= Arthur Marcotte =

Canadian politician

Arthur Marcotte (March 8, 1873 - August 18, 1958) was a lawyer and political figure in Saskatchewan, Canada. He sat for Ponteix division in the Senate of Canada from 1931 to 1958 as a Conservative.

He was born in Sault-au-Récolle near Montreal, the son of Hormisdas Marcotte and Célina Beauchamp, and was educated at the Séminaire de Ste-Thérèse and the Université de Montréal. In 1894, he married Hermine Germain.

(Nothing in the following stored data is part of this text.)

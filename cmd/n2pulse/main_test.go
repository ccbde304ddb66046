package main

import (
	"bytes"
	"strings"
	"testing"
)

func TestExitCodes(t *testing.T) {
	var out, errb bytes.Buffer
	if code := run([]string{"nosuch"}, &out, &errb); code != 2 {
		t.Errorf("unknown command: exit %d, want 2", code)
	}
	if code := run([]string{"check", "--nosuchflag"}, &out, &errb); code != 2 {
		t.Errorf("bad flag: exit %d, want 2", code)
	}
	out.Reset()
	errb.Reset()
	if code := run([]string{"check", "--help"}, &out, &errb); code != 0 {
		t.Errorf("--help: exit %d, want 0", code)
	}
	if !strings.Contains(errb.String(), "usage: n2pulse check") {
		t.Errorf("--help printed %q", errb.String())
	}
	out.Reset()
	if code := run([]string{"help"}, &out, &errb); code != 0 || !strings.Contains(out.String(), "check") {
		t.Errorf("help: exit %d, output %q", code, out.String())
	}
}
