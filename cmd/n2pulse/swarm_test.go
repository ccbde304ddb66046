package main

import (
	"bytes"
	"os"
	"path/filepath"
	"strings"
	"testing"

	"n2pulse/kinetics/swarm"
)

func TestSwarmCommand(t *testing.T) {
	t.Parallel()
	dir := t.TempDir()
	out := filepath.Join(dir, "air.csv")
	png := filepath.Join(dir, "air.png")
	var so, se bytes.Buffer
	if code := run([]string{"swarm", "--gas", "air", "--out", out, "--plot", png}, &so, &se); code != 0 {
		t.Fatalf("exit %d: %s", code, se.String())
	}
	f, err := os.Open(out)
	if err != nil {
		t.Fatal(err)
	}
	defer f.Close()
	tb, err := swarm.ReadCSV(f, out)
	if err != nil {
		t.Fatal(err)
	}
	if n := len(tb.Rows()); n < 60 {
		t.Errorf("%d rows", n)
	}
	if st, err := os.Stat(png); err != nil || st.Size() < 1000 {
		t.Errorf("plot: %v", err)
	}
	so.Reset()
	if code := run([]string{"swarm", "--nitrogen", "0.9", "--helium", "0.1", "--cells", "60"}, &so, &se); code != 0 {
		t.Fatalf("mixture: exit %d: %s", code, se.String())
	}
	if !strings.Contains(so.String(), "mixture (mole fractions): N2 0.9, He 0.1") {
		t.Errorf("stdout header: %.300s", so.String())
	}
	// columns named by species and state, no numbered legend (issue 14 item 6)
	if !strings.Contains(so.String(), ",k_N2_C3Pi_u_m3_s,") || !strings.Contains(so.String(), ",k_He_ion_m3_s") ||
		strings.Contains(so.String(), "k_N2_15_m3_s") {
		t.Errorf("rate columns not named by state: %.2000s", so.String())
	}
	// another cross-section set: its file named in the header
	so.Reset()
	if code := run([]string{"swarm", "--cross-sections", "itikawa2006", "--cells", "60"}, &so, &se); code != 0 {
		t.Fatalf("--cross-sections itikawa2006: exit %d: %s", code, se.String())
	}
	if !strings.Contains(so.String(), "data/xsec-n2-itikawa.txt") {
		t.Errorf("header does not name the Itikawa set's file: %.600s", so.String())
	}
	for _, args := range [][]string{
		{"swarm", "--gas", "xenon"},
		{"swarm", "--nitrogen", "0.5"},
		{"swarm", "--plot", "x.jpg"},
		{"swarm", "--cells", "3"},
		{"swarm", "extra"},
		{"swarm", "--cross-sections", "mine"},
	} {
		if code := run(args, &so, &se); code != 2 {
			t.Errorf("%v: exit %d, want 2", args, code)
		}
	}
}
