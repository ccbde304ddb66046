package main

import (
	"bytes"
	"context"
	"image/png"
	"os"
	"os/exec"
	"path/filepath"
	"regexp"
	"strings"
	"testing"
	"time"
)

// chromiumFlags start a headless Chromium that reaches no network and keeps no profile.
var chromiumFlags = []string{"--headless", "--no-sandbox", "--disable-gpu", "--disable-quic", "--no-first-run",
	"--disable-background-networking", "--disable-component-update", "--disable-sync", "--enable-logging=stderr", "--v=0"}

// chromium returns the path of a Chromium browser, or skips the test saying why.
func chromium(t *testing.T) string {
	t.Helper()
	for _, name := range []string{"chromium", "chromium-browser"} {
		if p, err := exec.LookPath(name); err == nil {
			return p
		}
	}
	t.Skip("no chromium on PATH: the rendering of report.html is not checked (.ci/run installs Debian's chromium)")
	return ""
}

// TestRunReport writes a run's report.html and checks it: self-contained (no reference to
// another file or host), every figure inline, the design, summary, verdict, warnings, energy
// account and validation status present; then renders it in headless Chromium and checks that
// the page loads with no error, that the DOM holds every figure's SVG and that the screenshot
// is not blank.
func TestRunReport(t *testing.T) {
	t.Parallel()
	dir := t.TempDir()
	var out, errb bytes.Buffer
	if code := run([]string{"run", "--set", "numerics.cells=60", "--out", dir}, &out, &errb); code != 0 {
		t.Fatalf("run: exit %d: %s", code, errb.String())
	}
	page := filepath.Join(dir, "report.html")
	b, err := os.ReadFile(page)
	if err != nil {
		t.Fatal(err)
	}
	html := string(b)
	for _, want := range []string{"<h2>Summary and verdict</h2>", "Verdict: lases", "<h2>Warnings</h2>", "<h2>Energy account</h2>",
		"<h2>Design</h2>", "channel.gap", "<h2>Validation status of the model</h2>", "checks against outside values",
		"atmospheric Blumlein", "charge-transfer laser", `<figure id="pulse-report">`, `<figure id="gain-map">`, "Caution"} {
		if !strings.Contains(html, want) {
			t.Errorf("report.html has no %q", want)
		}
	}
	// Self-contained: no src attributes, no links out, nothing loaded from a host.
	for _, re := range []string{`\ssrc=`, `<link`, `<script`, `href="http`, `url\(http`, `@import`} {
		if regexp.MustCompile(re).MatchString(html) {
			t.Errorf("report.html matches %s: it must not load anything", re)
		}
	}
	if n := strings.Count(html, "<svg"); n != 2 {
		t.Errorf("%d inline SVG figures, want 2", n)
	}

	browser := chromium(t)
	profile := t.TempDir()
	shot := filepath.Join(t.TempDir(), "shot.png")
	ctx, cancel := context.WithTimeout(context.Background(), 90*time.Second)
	defer cancel()
	args := append(append([]string{}, chromiumFlags...), "--user-data-dir="+profile, "--dump-dom", "file://"+page)
	cmd := exec.CommandContext(ctx, browser, args...)
	var dom, logs bytes.Buffer
	cmd.Stdout, cmd.Stderr = &dom, &logs
	if err := cmd.Run(); err != nil || dom.Len() == 0 {
		t.Skipf("chromium cannot start here (%v): the rendering is not checked; its log:\n%s", err, tail(logs.Bytes(), 30))
	}
	for _, bad := range []string{"Uncaught", "Refused to", "net::ERR_", "Failed to load resource"} {
		if strings.Contains(logs.String(), bad) {
			t.Errorf("chromium reports %q loading report.html:\n%s", bad, tail(logs.Bytes(), 60))
		}
	}
	d := dom.String()
	for _, id := range []string{"pulse-report", "gain-map"} {
		i := strings.Index(d, `<figure id="`+id+`">`)
		if i < 0 || !strings.Contains(d[i:min(len(d), i+400)], "<svg") {
			t.Errorf("the rendered page has no SVG in figure %s", id)
		}
	}
	args = append(append([]string{}, chromiumFlags...), "--user-data-dir="+t.TempDir(), "--window-size=1000,3000", "--screenshot="+shot, "file://"+page)
	if err := exec.CommandContext(ctx, browser, args...).Run(); err != nil {
		t.Fatalf("chromium screenshot: %v", err)
	}
	f, err := os.Open(shot)
	if err != nil {
		t.Fatal(err)
	}
	defer f.Close()
	img, err := png.Decode(f)
	if err != nil {
		t.Fatal(err)
	}
	// Not blank: a good share of the page below the text is drawn (figures, not white).
	dark, total := 0, 0
	bnd := img.Bounds()
	for y := bnd.Min.Y; y < bnd.Max.Y; y += 4 {
		for x := bnd.Min.X; x < bnd.Max.X; x += 4 {
			r, g, b, _ := img.At(x, y).RGBA()
			total++
			if r+g+b < 3*0xc000 {
				dark++
			}
		}
	}
	if frac := float64(dark) / float64(total); frac < 0.01 {
		t.Errorf("the screenshot is nearly blank: %.3g of its pixels are drawn", frac)
	}
}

Marcotte served as the secretary to Guillaume-Alphonse Nantel from 1896 to 1897 and then was an accountant in the Quebec Department of Crown Lands until 1904. He was amateur billiards champion of Canada in 1901 and represented Canada in the World Billiards Championship held in New York City. He founded the Académie de Billard Marcotte in Montreal in 1904. Marcotte came to Saskatchewan in 1910 and was admitted to the Regina bar in 1914. He ran unsuccessfully for the Notukeu seat in the provincial assembly in 1912 and 1917 and in the federal riding of Willow Bunch in 1926. Marcotte was president of the Association des professionnels Canadiens-français de la Saskatchewan and vice-president of the Association Franco-canadienne. He died in office at the age of 85. He had been appointed to the Senate by Prime Minister R.B. Bennett.